Ve nihayet TD temsilcilerinin açıklamalarını dinledik: "Başbakana ve ilgili heyete teşekkürler. Sayın başbakana günlerdir ifade ettiklerimizi yeniden ilettik. Sayın başbakan yargı sürecini bekleyeceklerini söylediler. Plebisit sonuçları parkın yıkılmaması yönünde olursa bu karar uyulacağını açıkladılar. Bu süre içerisinde Gezi Parkına dokunulmayacaktır. Buradan pozitif bir yaklaşım çıkmıştır. Bu durumu Taksimde direnen arkadaşlarımızın dikkatine sunuyoruz. Arkadaşlarımızın da bu durumu pozitif olarak algılayacaklarını düşünüyoruz. Buradan Gezi Parkına gidiyoruz, yarın bunu değerlendireceğiz ve akşam yapacağımız bir etkinlikle duyuracağız. Yarınki etkinlik bir şenlik olmayacaktır, hayatını kaybeden arkadaşlarımızı için bir anma olacaktır..." Bu pozitif ve uzlaşma tonu yüksek açıklamaya rağmen, içeride durumun böyle olmadığını sonradan öğrendik. Başbakan DİSK temsilcisi Arzu Atabek Çerkezoğlu'na çıkışmış ve gerilim devam edince kızı tarafından salondan çıkarılmış.

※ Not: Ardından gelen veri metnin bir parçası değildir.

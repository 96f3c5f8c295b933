"""Yields in process: designs and their overrides, the hand count, budgets, bad input."""

import json
import math
import warnings

import numpy as np
import pytest
from hypothesis import given, strategies as st

from snrkit.cli import main
from snrkit.planning.catalog import catalogue_from_table
from snrkit.errors import InputError, UnknownKeyError
from snrkit.photons.instruments import load_mode
from snrkit.planning.population import generate_block, generate_population
from snrkit.planning.yields import population_yields
from snrkit.planning.yields.chunk import reached_mask, YEAR_S
from snrkit.planning.yields.designs import (build_mode, design_from_text, load_designs,
                                            designs_from_options)
from snrkit.engine.transits import transits_for_system

MODE = "cold6m-prism-lowres"
SCENARIO = "h2-metal-rich"


def test_aperture_scales_the_collecting_area_as_the_diameter_squared():
    # a mode given by its area: a filled circle of the same area, A = pi D^2 / 4
    base = load_mode(MODE)
    d0 = math.sqrt(4 * base.area_m2 / math.pi)
    mode, aperture = build_mode(design_from_text("aperture_m=12", MODE))
    assert aperture == 12.0
    assert mode.area_m2 == pytest.approx(base.area_m2 * (12.0 / d0) ** 2, rel=1e-12)
    assert mode.area_m2 == pytest.approx(math.pi * 12.0**2 / 4, rel=1e-12)
    # a mode given by its diameter keeps its obscured fraction (0.11 in the preset)
    mode, _ = build_mode(design_from_text("aperture_m=4.8", "space2.4m-grism-scan"))
    assert mode.area_m2 == pytest.approx(math.pi * 4.8**2 / 4 * (1 - 0.11), rel=1e-12)
    assert mode.area_m2 == pytest.approx(load_mode("space2.4m-grism-scan").area_m2 * 4, rel=1e-12)


def test_throughput_scale_and_floor_overrides():
    base = load_mode(MODE)
    mode, _ = build_mode(design_from_text("throughput_scale=1.5,floor_ppm=7", MODE))
    assert np.allclose(mode.throughput.value, 1.5 * base.throughput.value)
    assert mode.floor_ppm == 7.0
    top = float(base.throughput.value.max())
    with pytest.raises(InputError, match="throughput_scale"):
        build_mode(design_from_text(f"throughput_scale={1.01 / top}", MODE))


def test_design_grid_file_and_unknown_key(tmp_path):
    grid = tmp_path / "grid.toml"
    grid.write_text(f'[defaults]\nmode = "{MODE}"\nhours = 200\n'
                    '[[design]]\nname = "6 m"\naperture_m = 6\n'
                    '[[design]]\nname = "8 m"\naperture_m = 8\nyears = 5\n')
    designs = load_designs(grid)
    assert [d.name for d in designs] == ["6 m", "8 m"]
    assert designs[1].hours == 200 and designs[1].years == 5 and designs[0].mode == MODE
    grid.write_text(f'[[design]]\nmode = "{MODE}"\napperture_m = 6\n')
    with pytest.raises(UnknownKeyError, match="did you mean 'aperture_m'"):
        load_designs(grid)
    with pytest.raises(InputError, match="a different name"):
        designs_from_options(None, ["name=a,aperture_m=6", "name=a,aperture_m=8"], MODE)


def test_cli_unknown_design_key_exits_2_with_the_closest_key(tmp_path, capsys):
    grid = tmp_path / "grid.toml"
    grid.write_text(f'[[design]]\nmode = "{MODE}"\nfloor_pmm = 20\n')
    rc = main(["yields", "--generate", "10", "--designs", str(grid), "--scheduler", "in-process",
               "--out", str(tmp_path / "run")])
    out, err = capsys.readouterr()
    assert rc == 2 and out == ""
    assert err.count("\n") == 1 and "floor_pmm" in err and "did you mean 'floor_ppm'" in err


def _tiny_population():
    """The first rows of one generator block (invented planets), every size class."""
    t = generate_block(7, 0)
    return t[:14]


def test_tiny_population_equals_a_hand_count_through_the_per_planet_path(tmp_path):
    """Each planet alone through transits_for_system, counted by hand per class.

    Two designs with the same instrument and different budgets share one engine
    evaluation per chunk; each must still be counted with its own budgets.
    """
    pop = _tiny_population()
    design = "name=8m,aperture_m=8,years=0.2,hours=30"
    free = "name=8m free,aperture_m=8"
    with warnings.catch_warnings():
        warnings.simplefilter("ignore")   # the engine's own notes (SnrkitWarning) are not checked here
        res = population_yields(pop, design_texts=[design, free], mode=MODE, scenarios=[SCENARIO],
                                resolution=10, scheduler="in-process", out_dir=tmp_path / "run")
        mode, _ = build_mode(design_from_text(design, MODE))
        hand, hand_free = {}, {}
        for i in range(len(pop)):
            cat = catalogue_from_table(pop[i:i + 1])
            rec = transits_for_system(cat.system, mode, SCENARIO, resolution=10,
                                      probabilities=())["planets"][0]
            n = rec["transits_needed"] or 0
            avail = math.floor(0.2 * YEAR_S / (float(pop["period_days"][i]) * 86400.0))
            ok = (rec["status"] == "ok" and 0 < n <= min(500, avail)
                  and rec["hours_total"] is not None and rec["hours_total"] <= 30)
            key = (str(pop["planet_class"][i]), str(pop["hz_position"][i]))
            hand[key] = hand.get(key, 0) + int(ok)
            hand_free[key] = hand_free.get(key, 0) + int(rec["status"] == "ok" and 0 < n <= 500)
    ds = res["dataset"]
    for k, counts in enumerate((hand, hand_free)):
        got = ds["reached"].isel(draw=0, design=k, scenario=0, test=0)
        for (pc, hz), count in counts.items():
            assert int(got.sel(planet_class=pc, hz_position=hz)) == count
        assert int(got.sum()) == sum(counts.values())
    assert 0 < sum(hand.values()) < sum(hand_free.values())  # the budgets cut some planets
    assert int(ds["planets"].sum()) == len(pop)
    # the per-planet Parquet holds every input row once per design x scenario x test
    import pyarrow.parquet as pq
    rows = pq.read_table(tmp_path / "run" / "planets").to_pandas()
    assert len(rows) == 2 * len(pop)
    assert int(rows[rows["design"] == "8m"]["reached"].sum()) == sum(hand.values())
    # the netCDF reads back to the same counts
    import xarray as xr
    with xr.open_dataset(tmp_path / "run" / "yields.nc", engine="scipy") as back:
        assert (back["reached"].values == ds["reached"].values).all()


statuses = st.sampled_from(["ok", "ok", "ok", "not_reachable", "saturated"])


@given(st.lists(st.tuples(statuses, st.integers(0, 800), st.floats(0.1, 5000),
                          st.floats(0.3, 400)), min_size=1, max_size=30),
       st.integers(1, 500), st.integers(1, 500), st.floats(0.01, 20), st.floats(0.01, 20),
       st.floats(1, 5000), st.floats(1, 5000))
def test_reached_grows_with_every_budget(rows, n1, n2, y1, y2, h1, h2):
    """More transits, years or hours never reach fewer planets; reached implies status ok."""
    status = np.array([r[0] for r in rows], dtype=object)
    tn = np.array([r[1] for r in rows])
    hrs = np.array([r[2] for r in rows])
    period_s = np.array([r[3] for r in rows]) * 86400.0
    lo = reached_mask(status, tn, hrs, period_s, min(n1, n2), min(y1, y2), min(h1, h2))[0]
    hi = reached_mask(status, tn, hrs, period_s, max(n1, n2), max(y1, y2), max(h1, h2))[0]
    assert not (lo & ~hi).any()
    assert (status[hi] == "ok").all()
    free = reached_mask(status, tn, hrs, period_s, max(n1, n2))[0]
    assert not (hi & ~free).any()


def test_cli_in_process_json_and_plot(tmp_path, capsys):
    out = tmp_path / "run"
    rc = main(["yields", "--generate", "4096", "--design", "name=6m,aperture_m=6",
               "--design", "name=9m,aperture_m=9", "--mode", MODE, "--scenario", SCENARIO,
               "--resolution", "10", "--scheduler", "in-process", "--out", str(out), "--json",
               "--plot", str(tmp_path / "y.png")])
    captured = capsys.readouterr()
    assert rc == 0, captured.err
    doc = json.loads(captured.out)
    assert doc["chunks"] == 1 and doc["chunks_computed"] == 1
    assert [d["aperture_m"] for d in doc["designs"]] == [6.0, 9.0]
    assert doc["planets"] == sum(r["planets"] for r in doc["yields"] if r["design"] == "6m")
    assert all(r["yield_mean"] <= r["planets"] for r in doc["yields"])
    assert (tmp_path / "y.png").stat().st_size > 0
    # the same command again resumes: nothing left to compute, the same yields
    rc = main(["yields", "--generate", "4096", "--design", "name=6m,aperture_m=6",
               "--design", "name=9m,aperture_m=9", "--mode", MODE, "--scenario", SCENARIO,
               "--resolution", "10", "--scheduler", "in-process", "--out", str(out), "--json"])
    again = json.loads(capsys.readouterr().out)
    assert rc == 0 and again["chunks_computed"] == 0 and again["yields"] == doc["yields"]
    # other settings in the same folder are refused (exit 2) unless --restart
    rc = main(["yields", "--generate", "4096", "--mode", MODE, "--scheduler", "in-process",
               "--out", str(out)])
    err = capsys.readouterr().err
    assert rc == 2 and "--restart" in err and err.count("\n") == 1


def test_bad_scheduler_and_memory_options(tmp_path):
    with pytest.raises(InputError, match="HOST:PORT"):
        population_yields(_tiny_population(), mode=MODE, scheduler="no port here")
    with pytest.raises(InputError, match="chunk-memory"):
        population_yields(_tiny_population(), mode=MODE, scheduler="in-process",
                          chunk_memory="2 MB")
    with pytest.raises(InputError, match="chunk-memory"):
        population_yields(_tiny_population(), mode=MODE, scheduler="in-process",
                          chunk_memory="lots")


def test_draws_give_the_spread_over_independent_populations():
    """Three seeds, three different populations; spread = sample std of the per-draw yields."""
    with warnings.catch_warnings():
        warnings.simplefilter("ignore")   # the engine's own notes (SnrkitWarning) are not checked here
        res = population_yields(generate=2000, seed=4, draws=3, mode=MODE, scenarios=[SCENARIO],
                                resolution=10, scheduler="in-process")
    ds = res["dataset"]
    assert ds["seed"].values.tolist() == [4, 5, 6]
    per_draw = ds["reached"].sum(["planet_class", "hz_position"]).values[:, 0, 0, 0]
    assert len(set(ds["planets"].sum(["planet_class", "hz_position"]).values.tolist())) > 1
    total_mean = ds["yield_mean"].sum(["planet_class", "hz_position"]).values[0, 0, 0]
    assert total_mean == pytest.approx(per_draw.mean())
    one = ds["reached"].isel(design=0, scenario=0, test=0)
    np.testing.assert_allclose(ds["yield_spread"].isel(design=0, scenario=0, test=0),
                               one.std("draw", ddof=1))
    np.testing.assert_allclose(ds["poisson_sigma"], np.sqrt(ds["yield_mean"]))
    assert (ds["reached"] <= ds["planets"]).all()
    # the yield of the real volume: each draw holds one block of 4096 stars, the 50 pc volume
    # about 40,200 (Mamajek 2016 local densities, see test_population_generate)
    from snrkit.planning.population import BLOCK_STARS, stars_in_volume
    scale = stars_in_volume() / BLOCK_STARS
    assert ds.attrs["volume_scale"] == pytest.approx(scale, rel=1e-12)
    np.testing.assert_allclose(ds["yield_per_volume"], ds["yield_mean"] * scale, rtol=1e-12)
    # its sampling error: Poisson counts averaged over the 3 draws, scaled alike
    np.testing.assert_allclose(ds["yield_per_volume_error"],
                               scale * np.sqrt(ds["yield_mean"] / 3), rtol=1e-12)
    # a population file has no volume
    table = generate_population(300, 4)
    with warnings.catch_warnings():
        warnings.simplefilter("ignore")
        ds_file = population_yields(table, mode=MODE, scenarios=[SCENARIO], resolution=10,
                                    scheduler="in-process")["dataset"]
    assert np.isnan(ds_file.attrs["volume_scale"]) and ds_file["yield_per_volume"].isnull().all()
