import { queryOptions, useQuery } from '@tanstack/react-query';
import { z } from 'zod';
import { apiRequest } from '../../../lib/api-client.ts';

const mailListSchema = z.object({
  messages: z.array(z.object({ id: z.number(), receivedAt: z.string(), from: z.string(), to: z.array(z.string()), subject: z.string(), text: z.string() })),
});
export type CapturedMail = z.infer<typeof mailListSchema>['messages'][number];

export const devMailQueryOptions = () =>
  queryOptions({ queryKey: ['dev-mail'], queryFn: () => apiRequest('/api/dev/mail', mailListSchema), refetchInterval: 2000, staleTime: 0 });

export function useDevMail() {
  return useQuery(devMailQueryOptions());
}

Özellikle TD temsilcilerinin pozitif görüş belirtmeleri ve uzlaşmacı tonları tansiyonu epeyce düşürdü ve bu iş böylece sona erer havası hâkim oldu. TD, 14 Haziran Cuma günü, bu durumun ve alınacak kararın konuşulması için Gezi Parkında yedi ayrı forum alanı oluşturdu. Her forumun bir moderatörü ve bir notçusu vardı. Bu forum gruplarını epeyce bir süre dolaşıp konuşmacıları dinledim. Bazı forumlar çok dağınıkken bazıları, biraz da moderatörün sayesinde daha derli toplu oldu. Biraz kaotik bir ortam vardı, alkışlamalar ve yuhalamalar da oldu ancak kimsenin söz hakkı elinden alınmadı, herkes düşüncesi açıkladı, büyük gerilimler olmadı. Böyle bir deneyimi en azından ben ilk kez yaşıyorum ve bu nedenle heyecan verici bir yanı vardı.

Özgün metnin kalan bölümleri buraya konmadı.